(Stored data entries)
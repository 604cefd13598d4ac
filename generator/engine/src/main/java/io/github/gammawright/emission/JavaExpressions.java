package io.github.gammawright.emission;

import io.github.gammawright.definition.CorrectRounding;
import io.github.gammawright.graph.Instruction;
import io.github.gammawright.graph.Instruction.Operator;
import io.github.gammawright.graph.RealFunction;
import io.github.gammawright.graph.StraightLineProgram;
import java.util.ArrayList;
import java.util.List;
import java.util.function.IntFunction;

/**
 * Prints values as Java expressions whose value is the program's to the last bit: parentheses stand where Java would
 * group otherwise. Operands change places only where addition and multiplication commute, and a minus sign moves only
 * through operations that round symmetrically, both of which IEEE 754 arithmetic leaves exact.
 */
final class JavaExpressions {

    private final StraightLineProgram program;
    private final IntFunction<String> names;
    private final FunctionCalls functions;

    /**
     * A printer.
     *
     * @param names the text by which a value is at hand, null for those to be printed as expressions
     */
    JavaExpressions(StraightLineProgram program, IntFunction<String> names, FunctionCalls functions) {
        this.program = program;
        this.names = names;
        this.functions = functions;
    }

    /** How functions are called in the emitted class. */
    interface FunctionCalls {
        /** The text before the opening parenthesis. */
        String callee(RealFunction function);

        /** The product and sum in one rounding, up to the opening parenthesis. */
        String fma();

        /** The circle's constant. */
        String pi();
    }

    private enum Level {
        SUM,
        PRODUCT,
        SIGNED,
        ATOM
    }

    private record Text(String text, Level level) {
        boolean isNegative() {
            return text.startsWith("-") && level != Level.SUM;
        }

        String magnitude() {
            return isNegative() ? text.substring(1) : text;
        }

        String atLeast(Level lowest) {
            return level.compareTo(lowest) >= 0 ? text : "(" + text + ")";
        }

        Text unsigned() {
            if (!isNegative()) {
                return this;
            }
            return new Text(magnitude(), level == Level.SIGNED ? Level.ATOM : level);
        }
    }

    /** The value as an operand: its name where it has one. */
    String print(int number) {
        return operand(number).text();
    }

    /** The expression that computes the value, whether it has a name or not. */
    String definition(int number) {
        return expression(number).text();
    }

    private Text operand(int number) {
        String name = names.apply(number);
        return name != null ? new Text(name, Level.ATOM) : expression(number);
    }

    private Text expression(int number) {
        Instruction instruction = program.instruction(number);
        if (instruction instanceof Instruction.Constant constant) {
            String literal = DoubleLiteral.of(CorrectRounding.toDouble(constant.value()));
            return new Text(literal, literal.startsWith("-") ? Level.SIGNED : Level.ATOM);
        }
        if (instruction instanceof Instruction.Pi) {
            return new Text(functions.pi(), Level.ATOM);
        }
        if (instruction instanceof Instruction.Negation negation) {
            return negative(operand(negation.operand()));
        }
        if (instruction instanceof Instruction.Call call) {
            List<String> arguments = new ArrayList<>();
            for (int argument : call.operands()) {
                arguments.add(operand(argument).text());
            }
            return new Text(functions.callee(call.function()) + "(" + String.join(", ", arguments) + ")", Level.ATOM);
        }
        if (instruction instanceof Instruction.MultiplyAdd fused) {
            String product =
                    operand(fused.left()).text() + ", " + operand(fused.right()).text();
            return new Text(
                    functions.fma() + "(" + product + ", "
                            + operand(fused.addend()).text() + ")",
                    Level.ATOM);
        }
        if (instruction instanceof Instruction.Arithmetic arithmetic) {
            Text left = operand(arithmetic.left());
            Text right = operand(arithmetic.right());
            return switch (arithmetic.operator()) {
                case ADD -> sum(left, right);
                case SUBTRACT -> difference(left, right);
                case MULTIPLY, DIVIDE -> product(arithmetic.operator(), left, right);
            };
        }
        throw new IllegalStateException("a value that is loaded has no name: " + instruction);
    }

    private static Text negative(Text text) {
        if (text.level() == Level.SUM) {
            return new Text("-(" + text.text() + ")", Level.SIGNED);
        }
        if (text.isNegative()) {
            return text.unsigned();
        }
        return new Text("-" + text.text(), text.level() == Level.PRODUCT ? Level.PRODUCT : Level.SIGNED);
    }

    private static Text sum(Text left, Text right) {
        if (right.isNegative()) {
            return difference(left, right.unsigned());
        }
        if (left.isNegative() || (right.level() == Level.SUM && left.level() != Level.SUM)) {
            return left.isNegative() ? difference(right, left.unsigned()) : sum(right, left);
        }
        return new Text(left.text() + " + " + right.atLeast(Level.PRODUCT), Level.SUM);
    }

    private static Text difference(Text left, Text right) {
        if (right.isNegative()) {
            return sum(left, right.unsigned());
        }
        return new Text(left.text() + " - " + right.atLeast(Level.PRODUCT), Level.SUM);
    }

    private static Text product(Operator operator, Text left, Text right) {
        boolean negative = left.isNegative() != right.isNegative();
        Text first = left.unsigned();
        Text second = right.unsigned();
        if (operator == Operator.MULTIPLY && second.level() == Level.PRODUCT && first.level() != Level.PRODUCT) {
            Text swapped = first;
            first = second;
            second = swapped;
        }
        String text = first.atLeast(Level.PRODUCT) + " " + operator.symbol() + " " + second.atLeast(Level.SIGNED);
        return new Text(negative ? "-" + text : text, Level.PRODUCT);
    }
}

WHAT YOU ARE ASKED TO DO -
Retype the data exactly.

WRITTEN SOLUTION -
repository 604cefd13598d4ac
filename generator/engine/src/main/java/io/github/gammawright/emission/JavaExpressions.java
package io.github.gammawright.emission;

import io.github.gammawright.definition.CorrectRounding;
import io.github.gammawright.graph.Instruction;
import io.github.gammawright.graph.Instruction.Operator;
import io.github.gammawright.graph.RealFunction;
import io.github.gammawright.graph.StraightLineProgram;
import java.util.ArrayList;
import java.util.List;
import java.util.function.IntFunction;

/**
 * Prints values as Java expressions whose value is the program's to the last bit: parentheses stand where Java would
 * group otherwise. Operands change places only where addition and multiplication commute, and a minus sign moves only
 * through operations that round symmetrically, both of which IEEE 754 arithmetic leaves exact.
 */
final class JavaExpressions {

    private final StraightLineProgram program;
    private final IntFunction<String> names;
    private final FunctionCalls functions;

    /**
     * A printer.
     *
     * @param names the text by which a value is at hand, null for those to be printed as expressions
     */
    JavaExpressions(StraightLineProgram program, IntFunction<String> names, FunctionCalls functions) {
        this.program = program;
        this.names = names;
        this.functions = functions;
    }

    /** How functions are called in the emitted class. */
    interface FunctionCalls {
        /** The text before the opening parenthesis. */
        String callee(RealFunction function);

        /** The product and sum in one rounding, up to the opening parenthesis. */
        String fma();

        /** The circle's constant. */
        String pi();
    }

    private enum Level {
        SUM,
        PRODUCT,
        SIGNED,
        ATOM
    }

    private record Text(String text, Level level) {
        boolean isNegative() {
            return text.startsWith("-") && level != Level.SUM;
        }

        String magnitude() {
            return isNegative() ? text.substring(1) : text;
        }

        String atLeast(Level lowest) {
            return level.compareTo(lowest) >= 0 ? text : "(" + text + ")";
        }

        Text unsigned() {
            if (!isNegative()) {
                return this;
            }
            return new Text(magnitude(), level == Level.SIGNED ? Level.ATOM : level);
        }
    }

    /** The value as an operand: its name where it has one. */
    String print(int number) {
        return operand(number).text();
    }

    /** The expression that computes the value, whether it has a name or not. */
    String definition(int number) {
        return expression(number).text();
    }

    private Text operand(int number) {
        String name = names.apply(number);
        return name != null ? new Text(name, Level.ATOM) : expression(number);
    }

    private Text expression(int number) {
        Instruction instruction = program.instruction(number);
        if (instruction instanceof Instruction.Constant constant) {
            String literal = DoubleLiteral.of(CorrectRounding.toDouble(constant.value()));
            return new Text(literal, literal.startsWith("-") ? Level.SIGNED : Level.ATOM);
        }
        if (instruction instanceof Instruction.Pi) {
            return new Text(functions.pi(), Level.ATOM);
        }
        if (instruction instanceof Instruction.Negation negation) {
            return negative(operand(negation.operand()));
        }
        if (instruction instanceof Instruction.Call call) {
            List<String> arguments = new ArrayList<>();
            for (int argument : call.operands()) {
                arguments.add(operand(argument).text());
            }
            return new Text(functions.callee(call.function()) + "(" + String.join(", ", arguments) + ")", Level.ATOM);
        }
        if (instruction instanceof Instruction.MultiplyAdd fused) {
            String product =
                    operand(fused.left()).text() + ", " + operand(fused.right()).text();
            return new Text(
                    functions.fma() + "(" + product + ", "
                            + operand(fused.addend()).text() + ")",
                    Level.ATOM);
        }
        if (instruction instanceof Instruction.Arithmetic arithmetic) {
            Text left = operand(arithmetic.left());
            Text right = operand(arithmetic.right());
            return switch (arithmetic.operator()) {
                case ADD -> sum(left, right);
                case SUBTRACT -> difference(left, right);
                case MULTIPLY, DIVIDE -> product(arithmetic.operator(), left, right);
            };
        }
        throw new IllegalStateException("a value that is loaded has no name: " + instruction);
    }

    private static Text negative(Text text) {
        if (text.level() == Level.SUM) {
            return new Text("-(" + text.text() + ")", Level.SIGNED);
        }
        if (text.isNegative()) {
            return text.unsigned();
        }
        return new Text("-" + text.text(), text.level() == Level.PRODUCT ? Level.PRODUCT : Level.SIGNED);
    }

    private static Text sum(Text left, Text right) {
        if (right.isNegative()) {
            return difference(left, right.unsigned());
        }
        if (left.isNegative() || (right.level() == Level.SUM && left.level() != Level.SUM)) {
            return left.isNegative() ? difference(right, left.unsigned()) : sum(right, left);
        }
        return new Text(left.text() + " + " + right.atLeast(Level.PRODUCT), Level.SUM);
    }

    private static Text difference(Text left, Text right) {
        if (right.isNegative()) {
            return sum(left, right.unsigned());
        }
        return new Text(left.text() + " - " + right.atLeast(Level.PRODUCT), Level.SUM);
    }

    private static Text product(Operator operator, Text left, Text right) {
        boolean negative = left.isNegative() != right.isNegative();
        Text first = left.unsigned();
        Text second = right.unsigned();
        if (operator == Operator.MULTIPLY && second.level() == Level.PRODUCT && first.level() != Level.PRODUCT) {
            Text swapped = first;
            first = second;
            second = swapped;
        }
        String text = first.atLeast(Level.PRODUCT) + " " + operator.symbol() + " " + second.atLeast(Level.SIGNED);
        return new Text(negative ? "-" + text : text, Level.PRODUCT);
    }
}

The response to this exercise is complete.